**Work required**
Look through the listing underneath for "whose", and copy every line that has it.

○ ○ ○

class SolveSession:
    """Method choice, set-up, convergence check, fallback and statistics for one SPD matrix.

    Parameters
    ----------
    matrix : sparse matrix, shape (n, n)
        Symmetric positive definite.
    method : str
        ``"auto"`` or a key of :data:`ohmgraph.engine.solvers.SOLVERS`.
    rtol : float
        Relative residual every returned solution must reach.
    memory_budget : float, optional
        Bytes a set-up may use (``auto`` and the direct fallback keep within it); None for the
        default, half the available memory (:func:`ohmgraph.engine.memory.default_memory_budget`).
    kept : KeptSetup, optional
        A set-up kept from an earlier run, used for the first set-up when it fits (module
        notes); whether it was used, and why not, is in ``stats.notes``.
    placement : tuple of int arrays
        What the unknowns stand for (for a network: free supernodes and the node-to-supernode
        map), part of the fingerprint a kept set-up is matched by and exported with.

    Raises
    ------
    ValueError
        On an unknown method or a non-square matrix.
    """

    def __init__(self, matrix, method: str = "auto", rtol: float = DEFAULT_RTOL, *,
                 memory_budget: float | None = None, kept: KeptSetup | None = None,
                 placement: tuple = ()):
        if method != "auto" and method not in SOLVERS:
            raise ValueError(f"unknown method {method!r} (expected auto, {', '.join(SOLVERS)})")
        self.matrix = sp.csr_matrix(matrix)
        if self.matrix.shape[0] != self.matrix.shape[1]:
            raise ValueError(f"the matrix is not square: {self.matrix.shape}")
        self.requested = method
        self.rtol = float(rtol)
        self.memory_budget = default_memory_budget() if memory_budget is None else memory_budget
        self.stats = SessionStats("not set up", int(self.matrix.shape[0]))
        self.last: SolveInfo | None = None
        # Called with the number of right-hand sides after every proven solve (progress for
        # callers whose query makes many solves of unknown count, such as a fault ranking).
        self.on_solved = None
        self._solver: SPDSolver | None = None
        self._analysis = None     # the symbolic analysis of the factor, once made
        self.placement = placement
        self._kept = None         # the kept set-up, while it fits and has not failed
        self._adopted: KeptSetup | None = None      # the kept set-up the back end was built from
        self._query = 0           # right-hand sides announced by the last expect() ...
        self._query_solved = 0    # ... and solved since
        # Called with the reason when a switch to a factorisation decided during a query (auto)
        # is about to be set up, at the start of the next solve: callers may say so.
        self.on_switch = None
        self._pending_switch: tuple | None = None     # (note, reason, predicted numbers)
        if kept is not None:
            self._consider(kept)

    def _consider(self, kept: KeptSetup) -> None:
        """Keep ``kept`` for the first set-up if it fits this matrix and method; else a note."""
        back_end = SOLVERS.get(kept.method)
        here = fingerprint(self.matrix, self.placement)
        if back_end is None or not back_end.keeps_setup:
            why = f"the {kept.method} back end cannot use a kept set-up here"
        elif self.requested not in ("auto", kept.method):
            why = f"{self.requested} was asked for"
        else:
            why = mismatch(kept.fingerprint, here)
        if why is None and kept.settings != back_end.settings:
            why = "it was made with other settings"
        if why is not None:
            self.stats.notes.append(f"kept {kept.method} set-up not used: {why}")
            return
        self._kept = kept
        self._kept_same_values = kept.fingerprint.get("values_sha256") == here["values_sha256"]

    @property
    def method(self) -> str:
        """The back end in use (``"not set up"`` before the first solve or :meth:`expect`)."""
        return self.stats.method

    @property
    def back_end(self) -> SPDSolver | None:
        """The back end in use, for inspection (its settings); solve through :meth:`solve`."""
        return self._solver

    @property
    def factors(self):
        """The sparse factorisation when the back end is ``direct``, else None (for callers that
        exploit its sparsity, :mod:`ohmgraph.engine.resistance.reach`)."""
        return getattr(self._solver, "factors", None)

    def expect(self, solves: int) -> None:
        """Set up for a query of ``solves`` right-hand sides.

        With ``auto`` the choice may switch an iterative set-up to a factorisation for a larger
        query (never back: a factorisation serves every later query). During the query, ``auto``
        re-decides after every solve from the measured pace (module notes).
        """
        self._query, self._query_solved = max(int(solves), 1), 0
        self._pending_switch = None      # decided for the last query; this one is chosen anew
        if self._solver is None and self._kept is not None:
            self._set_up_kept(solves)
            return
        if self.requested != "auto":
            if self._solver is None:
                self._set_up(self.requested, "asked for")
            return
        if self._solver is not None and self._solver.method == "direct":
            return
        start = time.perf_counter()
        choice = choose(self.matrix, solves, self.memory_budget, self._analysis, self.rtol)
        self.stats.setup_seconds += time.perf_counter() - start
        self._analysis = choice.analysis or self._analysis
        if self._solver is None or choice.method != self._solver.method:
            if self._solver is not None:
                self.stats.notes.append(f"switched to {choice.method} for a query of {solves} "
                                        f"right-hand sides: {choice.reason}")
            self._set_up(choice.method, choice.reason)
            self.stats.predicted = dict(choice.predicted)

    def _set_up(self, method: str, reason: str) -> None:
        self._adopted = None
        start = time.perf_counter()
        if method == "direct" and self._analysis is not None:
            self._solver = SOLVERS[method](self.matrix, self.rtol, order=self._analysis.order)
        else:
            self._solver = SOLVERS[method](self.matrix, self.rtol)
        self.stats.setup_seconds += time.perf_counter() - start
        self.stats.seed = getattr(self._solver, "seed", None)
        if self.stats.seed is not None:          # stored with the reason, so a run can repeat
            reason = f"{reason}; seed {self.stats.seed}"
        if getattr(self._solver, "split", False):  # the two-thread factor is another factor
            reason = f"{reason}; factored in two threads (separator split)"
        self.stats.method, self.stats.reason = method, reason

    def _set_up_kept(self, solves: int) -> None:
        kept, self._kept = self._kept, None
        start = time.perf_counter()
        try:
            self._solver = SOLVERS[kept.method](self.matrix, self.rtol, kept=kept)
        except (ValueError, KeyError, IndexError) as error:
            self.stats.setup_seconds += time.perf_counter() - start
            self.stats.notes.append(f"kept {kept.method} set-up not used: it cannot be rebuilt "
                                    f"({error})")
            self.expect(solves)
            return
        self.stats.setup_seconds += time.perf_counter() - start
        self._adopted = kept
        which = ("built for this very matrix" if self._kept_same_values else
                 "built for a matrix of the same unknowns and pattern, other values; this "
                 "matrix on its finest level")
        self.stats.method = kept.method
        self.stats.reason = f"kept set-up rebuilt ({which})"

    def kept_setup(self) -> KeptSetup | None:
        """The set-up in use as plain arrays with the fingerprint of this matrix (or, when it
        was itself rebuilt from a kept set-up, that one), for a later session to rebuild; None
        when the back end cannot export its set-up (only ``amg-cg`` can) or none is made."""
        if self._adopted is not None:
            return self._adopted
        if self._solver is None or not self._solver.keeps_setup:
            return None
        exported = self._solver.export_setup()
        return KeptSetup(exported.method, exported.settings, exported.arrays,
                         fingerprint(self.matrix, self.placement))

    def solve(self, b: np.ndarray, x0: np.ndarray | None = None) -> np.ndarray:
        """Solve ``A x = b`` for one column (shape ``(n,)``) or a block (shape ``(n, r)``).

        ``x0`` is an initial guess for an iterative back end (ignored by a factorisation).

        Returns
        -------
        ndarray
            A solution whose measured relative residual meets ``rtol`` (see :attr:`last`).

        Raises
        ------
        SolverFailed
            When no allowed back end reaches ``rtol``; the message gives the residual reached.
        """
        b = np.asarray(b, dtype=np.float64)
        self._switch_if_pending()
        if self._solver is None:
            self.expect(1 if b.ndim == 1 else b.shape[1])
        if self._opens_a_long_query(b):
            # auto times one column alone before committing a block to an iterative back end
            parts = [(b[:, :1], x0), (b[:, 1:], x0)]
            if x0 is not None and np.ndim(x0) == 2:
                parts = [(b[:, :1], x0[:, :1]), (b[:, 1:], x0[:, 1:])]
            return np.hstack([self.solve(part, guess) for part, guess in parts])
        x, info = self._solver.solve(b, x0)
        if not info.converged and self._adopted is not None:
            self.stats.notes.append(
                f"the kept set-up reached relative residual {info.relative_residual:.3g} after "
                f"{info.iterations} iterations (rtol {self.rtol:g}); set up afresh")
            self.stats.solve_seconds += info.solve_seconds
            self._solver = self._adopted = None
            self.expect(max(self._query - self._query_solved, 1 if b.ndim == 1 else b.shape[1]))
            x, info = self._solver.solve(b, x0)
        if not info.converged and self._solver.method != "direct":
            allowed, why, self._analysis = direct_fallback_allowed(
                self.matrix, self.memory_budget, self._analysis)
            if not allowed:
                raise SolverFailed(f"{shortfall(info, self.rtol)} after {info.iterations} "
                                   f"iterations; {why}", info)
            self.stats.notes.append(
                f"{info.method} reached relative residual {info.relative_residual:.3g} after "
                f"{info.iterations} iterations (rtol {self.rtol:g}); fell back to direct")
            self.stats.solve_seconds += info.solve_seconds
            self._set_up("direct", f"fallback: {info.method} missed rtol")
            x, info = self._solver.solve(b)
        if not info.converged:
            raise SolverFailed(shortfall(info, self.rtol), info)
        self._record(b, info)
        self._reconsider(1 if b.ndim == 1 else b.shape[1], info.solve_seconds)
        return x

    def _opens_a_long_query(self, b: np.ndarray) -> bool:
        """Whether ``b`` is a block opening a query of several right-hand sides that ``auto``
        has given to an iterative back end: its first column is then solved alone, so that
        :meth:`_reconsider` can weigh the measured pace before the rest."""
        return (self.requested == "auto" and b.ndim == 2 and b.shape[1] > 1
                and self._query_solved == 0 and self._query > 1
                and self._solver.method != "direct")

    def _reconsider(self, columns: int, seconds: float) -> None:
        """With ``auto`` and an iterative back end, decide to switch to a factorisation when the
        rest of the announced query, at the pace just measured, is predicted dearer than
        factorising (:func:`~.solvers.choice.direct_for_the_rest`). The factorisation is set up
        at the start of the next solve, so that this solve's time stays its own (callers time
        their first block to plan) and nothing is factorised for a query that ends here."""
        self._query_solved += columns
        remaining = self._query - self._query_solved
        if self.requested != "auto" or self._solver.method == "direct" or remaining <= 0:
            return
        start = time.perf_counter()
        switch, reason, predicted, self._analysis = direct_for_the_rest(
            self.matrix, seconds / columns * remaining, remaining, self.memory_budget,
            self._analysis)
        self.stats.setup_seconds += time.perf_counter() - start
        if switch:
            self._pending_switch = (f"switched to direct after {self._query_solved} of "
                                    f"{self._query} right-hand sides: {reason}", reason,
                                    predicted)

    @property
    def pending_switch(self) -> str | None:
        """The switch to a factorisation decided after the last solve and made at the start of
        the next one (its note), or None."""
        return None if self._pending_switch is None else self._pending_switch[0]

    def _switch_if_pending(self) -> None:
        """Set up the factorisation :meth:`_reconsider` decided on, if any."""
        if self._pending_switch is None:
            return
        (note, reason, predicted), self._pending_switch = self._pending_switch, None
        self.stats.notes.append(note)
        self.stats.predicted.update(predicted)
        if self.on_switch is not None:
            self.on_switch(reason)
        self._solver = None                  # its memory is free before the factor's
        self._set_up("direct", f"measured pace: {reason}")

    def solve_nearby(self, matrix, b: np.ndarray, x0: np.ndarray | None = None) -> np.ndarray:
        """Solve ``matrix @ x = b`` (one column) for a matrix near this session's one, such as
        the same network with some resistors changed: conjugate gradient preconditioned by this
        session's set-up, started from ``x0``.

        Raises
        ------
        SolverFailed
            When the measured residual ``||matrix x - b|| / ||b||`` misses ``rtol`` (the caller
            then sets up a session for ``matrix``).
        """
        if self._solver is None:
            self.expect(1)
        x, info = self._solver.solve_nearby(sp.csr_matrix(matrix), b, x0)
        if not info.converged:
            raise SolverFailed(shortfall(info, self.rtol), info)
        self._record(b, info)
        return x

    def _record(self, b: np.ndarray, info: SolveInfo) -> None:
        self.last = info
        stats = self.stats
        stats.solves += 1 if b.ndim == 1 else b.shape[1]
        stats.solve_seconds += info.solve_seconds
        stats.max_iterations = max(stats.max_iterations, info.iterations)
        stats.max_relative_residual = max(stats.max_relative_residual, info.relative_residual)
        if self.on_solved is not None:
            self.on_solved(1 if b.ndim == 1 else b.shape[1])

○ ○ ○

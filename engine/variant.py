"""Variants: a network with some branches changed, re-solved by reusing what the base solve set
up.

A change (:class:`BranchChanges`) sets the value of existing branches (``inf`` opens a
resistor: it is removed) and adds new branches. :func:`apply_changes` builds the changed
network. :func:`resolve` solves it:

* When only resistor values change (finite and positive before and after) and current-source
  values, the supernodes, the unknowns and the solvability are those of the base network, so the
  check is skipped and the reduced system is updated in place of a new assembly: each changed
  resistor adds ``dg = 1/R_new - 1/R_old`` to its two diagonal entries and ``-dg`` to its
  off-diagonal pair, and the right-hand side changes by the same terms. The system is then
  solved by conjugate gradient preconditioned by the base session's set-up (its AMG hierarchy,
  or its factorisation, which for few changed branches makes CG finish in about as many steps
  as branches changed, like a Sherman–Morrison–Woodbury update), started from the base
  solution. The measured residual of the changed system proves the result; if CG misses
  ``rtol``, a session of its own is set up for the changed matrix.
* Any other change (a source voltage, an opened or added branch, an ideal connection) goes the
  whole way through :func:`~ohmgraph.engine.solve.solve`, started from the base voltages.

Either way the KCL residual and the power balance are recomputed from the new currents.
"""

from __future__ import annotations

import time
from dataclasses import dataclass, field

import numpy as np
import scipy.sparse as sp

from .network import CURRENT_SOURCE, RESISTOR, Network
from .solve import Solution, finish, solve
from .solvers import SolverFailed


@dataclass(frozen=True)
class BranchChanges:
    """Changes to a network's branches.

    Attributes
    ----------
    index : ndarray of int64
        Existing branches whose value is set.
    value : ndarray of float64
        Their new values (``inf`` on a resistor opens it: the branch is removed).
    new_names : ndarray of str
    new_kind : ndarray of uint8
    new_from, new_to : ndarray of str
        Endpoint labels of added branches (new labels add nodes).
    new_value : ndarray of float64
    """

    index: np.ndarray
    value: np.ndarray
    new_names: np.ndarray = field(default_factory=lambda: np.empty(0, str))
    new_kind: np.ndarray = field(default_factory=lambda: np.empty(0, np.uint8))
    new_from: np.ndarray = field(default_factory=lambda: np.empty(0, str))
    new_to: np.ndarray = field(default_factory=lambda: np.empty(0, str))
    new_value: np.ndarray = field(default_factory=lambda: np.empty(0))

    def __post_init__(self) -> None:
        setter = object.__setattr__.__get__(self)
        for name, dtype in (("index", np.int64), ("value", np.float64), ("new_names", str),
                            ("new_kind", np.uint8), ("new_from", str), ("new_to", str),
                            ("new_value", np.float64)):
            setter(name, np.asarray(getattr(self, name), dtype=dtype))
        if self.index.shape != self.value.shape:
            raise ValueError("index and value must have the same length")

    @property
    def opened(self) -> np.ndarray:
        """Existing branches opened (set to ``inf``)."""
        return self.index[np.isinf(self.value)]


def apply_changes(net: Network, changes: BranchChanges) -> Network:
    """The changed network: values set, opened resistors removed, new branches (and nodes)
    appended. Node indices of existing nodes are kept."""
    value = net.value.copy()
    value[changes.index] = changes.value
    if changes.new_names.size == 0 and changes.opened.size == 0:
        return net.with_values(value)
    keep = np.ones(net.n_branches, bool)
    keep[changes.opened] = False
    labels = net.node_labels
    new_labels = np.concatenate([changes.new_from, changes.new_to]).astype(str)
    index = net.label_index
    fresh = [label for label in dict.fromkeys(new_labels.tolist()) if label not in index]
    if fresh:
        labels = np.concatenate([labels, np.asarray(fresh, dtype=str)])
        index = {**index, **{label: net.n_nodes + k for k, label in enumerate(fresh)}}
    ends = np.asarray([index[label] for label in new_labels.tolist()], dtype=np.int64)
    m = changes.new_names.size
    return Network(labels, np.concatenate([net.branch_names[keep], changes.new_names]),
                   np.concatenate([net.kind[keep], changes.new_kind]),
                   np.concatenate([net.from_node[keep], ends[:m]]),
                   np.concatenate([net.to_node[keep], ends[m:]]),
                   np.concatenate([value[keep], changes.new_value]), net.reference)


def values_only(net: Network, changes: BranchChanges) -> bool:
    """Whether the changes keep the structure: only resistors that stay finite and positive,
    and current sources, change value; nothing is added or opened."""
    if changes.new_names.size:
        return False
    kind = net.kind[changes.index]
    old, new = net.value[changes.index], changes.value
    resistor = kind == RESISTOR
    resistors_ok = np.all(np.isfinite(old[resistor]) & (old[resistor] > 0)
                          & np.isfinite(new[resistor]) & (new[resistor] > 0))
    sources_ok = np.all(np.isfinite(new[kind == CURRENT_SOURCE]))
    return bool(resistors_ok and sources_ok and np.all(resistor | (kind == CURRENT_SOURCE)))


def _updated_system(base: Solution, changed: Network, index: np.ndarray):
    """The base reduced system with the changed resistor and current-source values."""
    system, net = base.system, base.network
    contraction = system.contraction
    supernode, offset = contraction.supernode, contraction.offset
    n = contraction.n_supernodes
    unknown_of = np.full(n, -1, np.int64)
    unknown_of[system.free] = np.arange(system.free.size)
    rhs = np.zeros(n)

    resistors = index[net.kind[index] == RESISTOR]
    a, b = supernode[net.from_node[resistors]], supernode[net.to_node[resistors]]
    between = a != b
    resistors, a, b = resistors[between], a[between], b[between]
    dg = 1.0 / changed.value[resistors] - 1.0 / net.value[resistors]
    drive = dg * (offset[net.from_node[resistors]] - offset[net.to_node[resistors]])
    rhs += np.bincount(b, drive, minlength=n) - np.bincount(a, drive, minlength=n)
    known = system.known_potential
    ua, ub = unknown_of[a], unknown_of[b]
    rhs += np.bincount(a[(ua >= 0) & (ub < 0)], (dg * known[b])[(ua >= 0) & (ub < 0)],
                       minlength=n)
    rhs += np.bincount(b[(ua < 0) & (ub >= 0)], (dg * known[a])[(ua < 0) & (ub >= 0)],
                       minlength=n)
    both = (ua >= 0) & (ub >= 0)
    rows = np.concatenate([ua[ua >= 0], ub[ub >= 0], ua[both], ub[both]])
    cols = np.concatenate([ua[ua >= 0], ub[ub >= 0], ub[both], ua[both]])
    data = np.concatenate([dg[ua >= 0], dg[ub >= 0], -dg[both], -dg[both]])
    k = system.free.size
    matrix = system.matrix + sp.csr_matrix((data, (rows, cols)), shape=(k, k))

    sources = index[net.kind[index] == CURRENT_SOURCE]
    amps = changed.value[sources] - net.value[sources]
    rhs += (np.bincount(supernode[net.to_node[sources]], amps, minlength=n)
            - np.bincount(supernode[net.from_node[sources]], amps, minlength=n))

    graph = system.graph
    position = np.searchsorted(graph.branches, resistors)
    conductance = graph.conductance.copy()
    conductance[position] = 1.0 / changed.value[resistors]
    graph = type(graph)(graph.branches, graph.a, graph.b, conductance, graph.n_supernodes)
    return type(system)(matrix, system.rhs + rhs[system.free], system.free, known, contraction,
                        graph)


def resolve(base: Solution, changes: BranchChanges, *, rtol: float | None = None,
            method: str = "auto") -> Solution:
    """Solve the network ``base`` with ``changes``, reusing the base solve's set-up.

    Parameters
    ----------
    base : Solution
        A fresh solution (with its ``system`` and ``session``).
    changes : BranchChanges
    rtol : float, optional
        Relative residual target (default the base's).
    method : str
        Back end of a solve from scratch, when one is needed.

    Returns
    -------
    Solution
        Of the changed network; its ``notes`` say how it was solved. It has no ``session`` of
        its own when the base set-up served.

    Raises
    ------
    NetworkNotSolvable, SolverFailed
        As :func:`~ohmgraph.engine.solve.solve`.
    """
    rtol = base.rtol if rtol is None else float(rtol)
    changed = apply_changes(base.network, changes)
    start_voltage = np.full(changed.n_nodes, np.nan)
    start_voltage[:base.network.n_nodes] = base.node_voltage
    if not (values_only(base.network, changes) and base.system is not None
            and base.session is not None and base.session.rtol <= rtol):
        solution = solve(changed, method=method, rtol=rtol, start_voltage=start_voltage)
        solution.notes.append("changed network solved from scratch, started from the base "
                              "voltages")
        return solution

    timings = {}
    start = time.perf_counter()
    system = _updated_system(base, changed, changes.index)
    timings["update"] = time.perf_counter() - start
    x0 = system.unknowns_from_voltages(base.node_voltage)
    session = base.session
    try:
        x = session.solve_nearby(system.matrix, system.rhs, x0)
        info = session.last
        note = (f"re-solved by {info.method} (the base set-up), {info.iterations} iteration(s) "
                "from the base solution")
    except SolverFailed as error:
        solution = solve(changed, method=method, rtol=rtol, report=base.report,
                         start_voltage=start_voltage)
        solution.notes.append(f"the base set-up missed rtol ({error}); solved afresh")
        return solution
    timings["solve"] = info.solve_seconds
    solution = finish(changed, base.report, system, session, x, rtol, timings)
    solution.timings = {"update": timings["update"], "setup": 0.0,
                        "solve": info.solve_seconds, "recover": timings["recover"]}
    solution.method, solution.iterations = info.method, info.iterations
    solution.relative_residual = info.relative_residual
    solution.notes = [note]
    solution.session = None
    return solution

○ ○ ○

**Task response**
        # callers whose query makes many solves of unknown count, such as a fault ranking).
            A solution whose measured relative residual meets ``rtol`` (see :attr:`last`).
        Existing branches whose value is set.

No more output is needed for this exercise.